**DIRECTIONS:**
Copy verbatim the block of lines in the entries below whose first line contains "What the graph" and whose last line contains "dimensionally homogeneous. */". Leave out all other lines.

(Collected data entries)
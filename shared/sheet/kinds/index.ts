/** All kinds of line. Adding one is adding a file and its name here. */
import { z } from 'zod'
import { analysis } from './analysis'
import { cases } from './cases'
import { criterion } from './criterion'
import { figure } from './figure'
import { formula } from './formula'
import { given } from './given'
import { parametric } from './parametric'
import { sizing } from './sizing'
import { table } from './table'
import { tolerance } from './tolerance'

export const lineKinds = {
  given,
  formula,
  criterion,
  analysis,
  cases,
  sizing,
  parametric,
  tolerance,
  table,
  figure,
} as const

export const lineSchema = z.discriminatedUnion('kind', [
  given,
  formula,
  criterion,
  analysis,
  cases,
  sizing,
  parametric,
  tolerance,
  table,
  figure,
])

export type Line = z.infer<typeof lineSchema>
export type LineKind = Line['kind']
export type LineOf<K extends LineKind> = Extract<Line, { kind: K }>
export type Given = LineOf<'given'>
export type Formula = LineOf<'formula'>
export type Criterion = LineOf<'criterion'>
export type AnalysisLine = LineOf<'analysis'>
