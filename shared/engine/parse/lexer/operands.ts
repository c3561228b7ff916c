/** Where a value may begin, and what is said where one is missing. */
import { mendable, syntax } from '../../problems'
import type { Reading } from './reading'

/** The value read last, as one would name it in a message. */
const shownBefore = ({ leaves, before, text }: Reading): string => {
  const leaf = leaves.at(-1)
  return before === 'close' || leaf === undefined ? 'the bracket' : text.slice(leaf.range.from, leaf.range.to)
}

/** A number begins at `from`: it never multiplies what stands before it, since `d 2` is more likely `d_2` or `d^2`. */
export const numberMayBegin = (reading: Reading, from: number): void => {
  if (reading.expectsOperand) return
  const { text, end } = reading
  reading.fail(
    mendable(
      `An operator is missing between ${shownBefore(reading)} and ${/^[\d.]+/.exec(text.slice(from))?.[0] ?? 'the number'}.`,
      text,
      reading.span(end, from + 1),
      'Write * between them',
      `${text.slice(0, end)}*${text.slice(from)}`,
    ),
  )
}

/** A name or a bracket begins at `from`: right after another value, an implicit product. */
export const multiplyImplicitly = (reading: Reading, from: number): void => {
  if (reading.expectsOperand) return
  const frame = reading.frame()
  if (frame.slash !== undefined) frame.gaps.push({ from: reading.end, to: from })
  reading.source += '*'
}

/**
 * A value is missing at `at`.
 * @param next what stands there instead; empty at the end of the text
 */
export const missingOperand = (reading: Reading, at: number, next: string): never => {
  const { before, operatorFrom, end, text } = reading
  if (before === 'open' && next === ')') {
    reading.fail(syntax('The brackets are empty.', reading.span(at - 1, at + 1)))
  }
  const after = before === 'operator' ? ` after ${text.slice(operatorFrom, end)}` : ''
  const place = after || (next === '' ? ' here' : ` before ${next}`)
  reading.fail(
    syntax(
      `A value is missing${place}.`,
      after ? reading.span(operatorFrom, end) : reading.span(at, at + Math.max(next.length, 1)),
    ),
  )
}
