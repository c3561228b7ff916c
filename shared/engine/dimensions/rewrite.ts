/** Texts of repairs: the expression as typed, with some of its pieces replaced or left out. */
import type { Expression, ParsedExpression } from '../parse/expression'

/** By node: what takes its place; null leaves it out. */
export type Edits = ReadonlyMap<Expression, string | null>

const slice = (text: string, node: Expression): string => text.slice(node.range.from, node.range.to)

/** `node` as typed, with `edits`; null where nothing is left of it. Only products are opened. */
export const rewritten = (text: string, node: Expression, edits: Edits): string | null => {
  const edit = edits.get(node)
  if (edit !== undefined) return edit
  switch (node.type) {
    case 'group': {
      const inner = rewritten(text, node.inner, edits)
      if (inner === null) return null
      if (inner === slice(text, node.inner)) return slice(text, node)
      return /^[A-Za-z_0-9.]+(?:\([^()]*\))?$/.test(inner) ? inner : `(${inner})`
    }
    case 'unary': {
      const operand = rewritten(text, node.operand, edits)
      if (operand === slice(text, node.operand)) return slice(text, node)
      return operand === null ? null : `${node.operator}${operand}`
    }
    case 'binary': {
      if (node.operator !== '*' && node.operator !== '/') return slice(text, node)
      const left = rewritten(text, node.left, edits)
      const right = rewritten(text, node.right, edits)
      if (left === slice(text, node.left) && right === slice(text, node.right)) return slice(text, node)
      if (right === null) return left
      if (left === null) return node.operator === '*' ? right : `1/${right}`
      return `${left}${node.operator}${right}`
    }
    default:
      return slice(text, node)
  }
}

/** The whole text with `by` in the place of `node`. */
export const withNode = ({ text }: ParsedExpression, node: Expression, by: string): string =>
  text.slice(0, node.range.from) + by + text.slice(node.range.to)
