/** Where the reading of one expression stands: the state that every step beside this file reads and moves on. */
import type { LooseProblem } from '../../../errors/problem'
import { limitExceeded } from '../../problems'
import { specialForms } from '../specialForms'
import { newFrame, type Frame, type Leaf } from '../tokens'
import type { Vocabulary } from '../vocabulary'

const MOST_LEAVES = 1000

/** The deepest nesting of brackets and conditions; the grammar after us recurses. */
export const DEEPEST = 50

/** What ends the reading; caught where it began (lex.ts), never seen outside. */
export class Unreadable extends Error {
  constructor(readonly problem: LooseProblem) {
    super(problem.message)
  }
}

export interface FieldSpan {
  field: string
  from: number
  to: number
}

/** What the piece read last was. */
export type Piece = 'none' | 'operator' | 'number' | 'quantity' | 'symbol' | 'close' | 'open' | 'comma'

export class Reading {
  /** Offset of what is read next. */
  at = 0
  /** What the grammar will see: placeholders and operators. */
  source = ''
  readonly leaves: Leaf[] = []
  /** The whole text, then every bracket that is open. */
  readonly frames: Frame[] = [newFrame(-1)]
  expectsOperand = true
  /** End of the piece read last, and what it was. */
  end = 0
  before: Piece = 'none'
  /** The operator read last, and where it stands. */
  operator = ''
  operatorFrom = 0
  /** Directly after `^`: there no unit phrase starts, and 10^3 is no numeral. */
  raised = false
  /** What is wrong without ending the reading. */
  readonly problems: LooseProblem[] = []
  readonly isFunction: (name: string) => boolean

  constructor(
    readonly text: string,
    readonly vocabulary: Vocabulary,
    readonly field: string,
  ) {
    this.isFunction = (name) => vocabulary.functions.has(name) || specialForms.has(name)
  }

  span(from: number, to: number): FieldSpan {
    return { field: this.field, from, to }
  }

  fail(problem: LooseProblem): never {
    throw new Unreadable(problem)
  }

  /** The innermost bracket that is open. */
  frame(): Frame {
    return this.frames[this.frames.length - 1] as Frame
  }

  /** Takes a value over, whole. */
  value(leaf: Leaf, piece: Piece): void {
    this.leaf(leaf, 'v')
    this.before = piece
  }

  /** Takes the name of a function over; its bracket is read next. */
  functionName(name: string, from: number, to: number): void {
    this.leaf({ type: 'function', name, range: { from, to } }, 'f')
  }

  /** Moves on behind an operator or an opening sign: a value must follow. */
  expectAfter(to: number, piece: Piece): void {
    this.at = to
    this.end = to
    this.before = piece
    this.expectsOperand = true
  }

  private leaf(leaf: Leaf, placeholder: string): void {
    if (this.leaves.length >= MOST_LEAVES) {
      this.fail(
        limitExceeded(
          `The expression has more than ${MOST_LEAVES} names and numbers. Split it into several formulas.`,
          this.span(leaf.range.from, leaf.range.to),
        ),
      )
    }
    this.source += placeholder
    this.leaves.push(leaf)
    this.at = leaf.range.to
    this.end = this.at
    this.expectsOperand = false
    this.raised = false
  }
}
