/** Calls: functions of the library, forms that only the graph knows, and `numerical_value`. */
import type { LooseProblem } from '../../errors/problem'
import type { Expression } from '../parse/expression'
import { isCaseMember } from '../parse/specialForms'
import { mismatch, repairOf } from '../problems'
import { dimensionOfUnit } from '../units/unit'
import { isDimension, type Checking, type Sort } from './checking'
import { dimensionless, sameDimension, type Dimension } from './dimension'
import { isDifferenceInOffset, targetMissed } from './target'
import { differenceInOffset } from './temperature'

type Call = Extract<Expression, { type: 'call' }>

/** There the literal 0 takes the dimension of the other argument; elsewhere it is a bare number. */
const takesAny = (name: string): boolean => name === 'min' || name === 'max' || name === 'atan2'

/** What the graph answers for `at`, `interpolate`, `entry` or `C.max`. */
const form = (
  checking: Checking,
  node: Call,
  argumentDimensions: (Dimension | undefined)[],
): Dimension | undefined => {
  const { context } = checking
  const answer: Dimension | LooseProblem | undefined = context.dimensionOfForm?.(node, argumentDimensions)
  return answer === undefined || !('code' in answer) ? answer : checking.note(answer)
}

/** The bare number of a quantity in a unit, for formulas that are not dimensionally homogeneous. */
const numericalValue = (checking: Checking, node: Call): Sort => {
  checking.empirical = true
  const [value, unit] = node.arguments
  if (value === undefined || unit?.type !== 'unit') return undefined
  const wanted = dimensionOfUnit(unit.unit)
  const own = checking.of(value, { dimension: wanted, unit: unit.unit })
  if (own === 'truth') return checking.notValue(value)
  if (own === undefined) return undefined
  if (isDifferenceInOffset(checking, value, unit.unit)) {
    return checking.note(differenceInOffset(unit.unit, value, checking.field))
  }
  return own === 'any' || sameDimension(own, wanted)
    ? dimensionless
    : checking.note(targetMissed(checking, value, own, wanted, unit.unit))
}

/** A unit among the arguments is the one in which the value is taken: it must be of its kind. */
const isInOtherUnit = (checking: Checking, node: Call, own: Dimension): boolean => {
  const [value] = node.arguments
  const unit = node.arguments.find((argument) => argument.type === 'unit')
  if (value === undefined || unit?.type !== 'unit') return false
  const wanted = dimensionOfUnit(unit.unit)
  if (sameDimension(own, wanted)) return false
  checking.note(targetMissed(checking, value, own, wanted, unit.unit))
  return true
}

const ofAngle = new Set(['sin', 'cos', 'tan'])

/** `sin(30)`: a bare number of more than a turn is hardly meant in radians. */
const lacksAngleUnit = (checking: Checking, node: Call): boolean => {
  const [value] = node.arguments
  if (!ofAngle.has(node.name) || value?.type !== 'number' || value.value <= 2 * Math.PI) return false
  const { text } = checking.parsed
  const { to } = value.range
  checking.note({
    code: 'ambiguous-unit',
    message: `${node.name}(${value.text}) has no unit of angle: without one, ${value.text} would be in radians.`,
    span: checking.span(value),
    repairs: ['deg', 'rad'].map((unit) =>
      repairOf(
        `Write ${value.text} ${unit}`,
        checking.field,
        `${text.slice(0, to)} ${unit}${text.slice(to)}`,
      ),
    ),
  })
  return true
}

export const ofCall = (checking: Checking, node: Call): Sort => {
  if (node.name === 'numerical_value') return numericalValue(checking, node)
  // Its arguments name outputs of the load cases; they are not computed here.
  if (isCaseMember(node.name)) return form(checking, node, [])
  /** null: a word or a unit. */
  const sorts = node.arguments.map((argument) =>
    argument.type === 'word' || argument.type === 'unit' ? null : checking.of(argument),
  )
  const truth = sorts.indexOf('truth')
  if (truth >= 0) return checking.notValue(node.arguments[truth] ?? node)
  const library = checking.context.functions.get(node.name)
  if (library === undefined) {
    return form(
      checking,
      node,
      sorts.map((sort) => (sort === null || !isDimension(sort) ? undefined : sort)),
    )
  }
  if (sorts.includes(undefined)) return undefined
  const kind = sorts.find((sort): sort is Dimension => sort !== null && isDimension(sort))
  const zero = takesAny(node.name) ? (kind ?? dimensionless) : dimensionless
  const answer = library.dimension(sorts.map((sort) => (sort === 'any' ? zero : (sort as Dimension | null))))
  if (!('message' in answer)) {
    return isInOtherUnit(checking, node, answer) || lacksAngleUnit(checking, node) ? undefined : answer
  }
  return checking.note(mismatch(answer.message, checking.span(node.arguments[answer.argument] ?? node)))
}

**FINISHED TASK:**
/** What the graph answers for `at`, `interpolate`, `entry` or `C.max`. */
const form = (
  checking: Checking,
  node: Call,
  argumentDimensions: (Dimension | undefined)[],
): Dimension | undefined => {
  const { context } = checking
  const answer: Dimension | LooseProblem | undefined = context.dimensionOfForm?.(node, argumentDimensions)
  return answer === undefined || !('code' in answer) ? answer : checking.note(answer)
}

/** The bare number of a quantity in a unit, for formulas that are not dimensionally homogeneous. */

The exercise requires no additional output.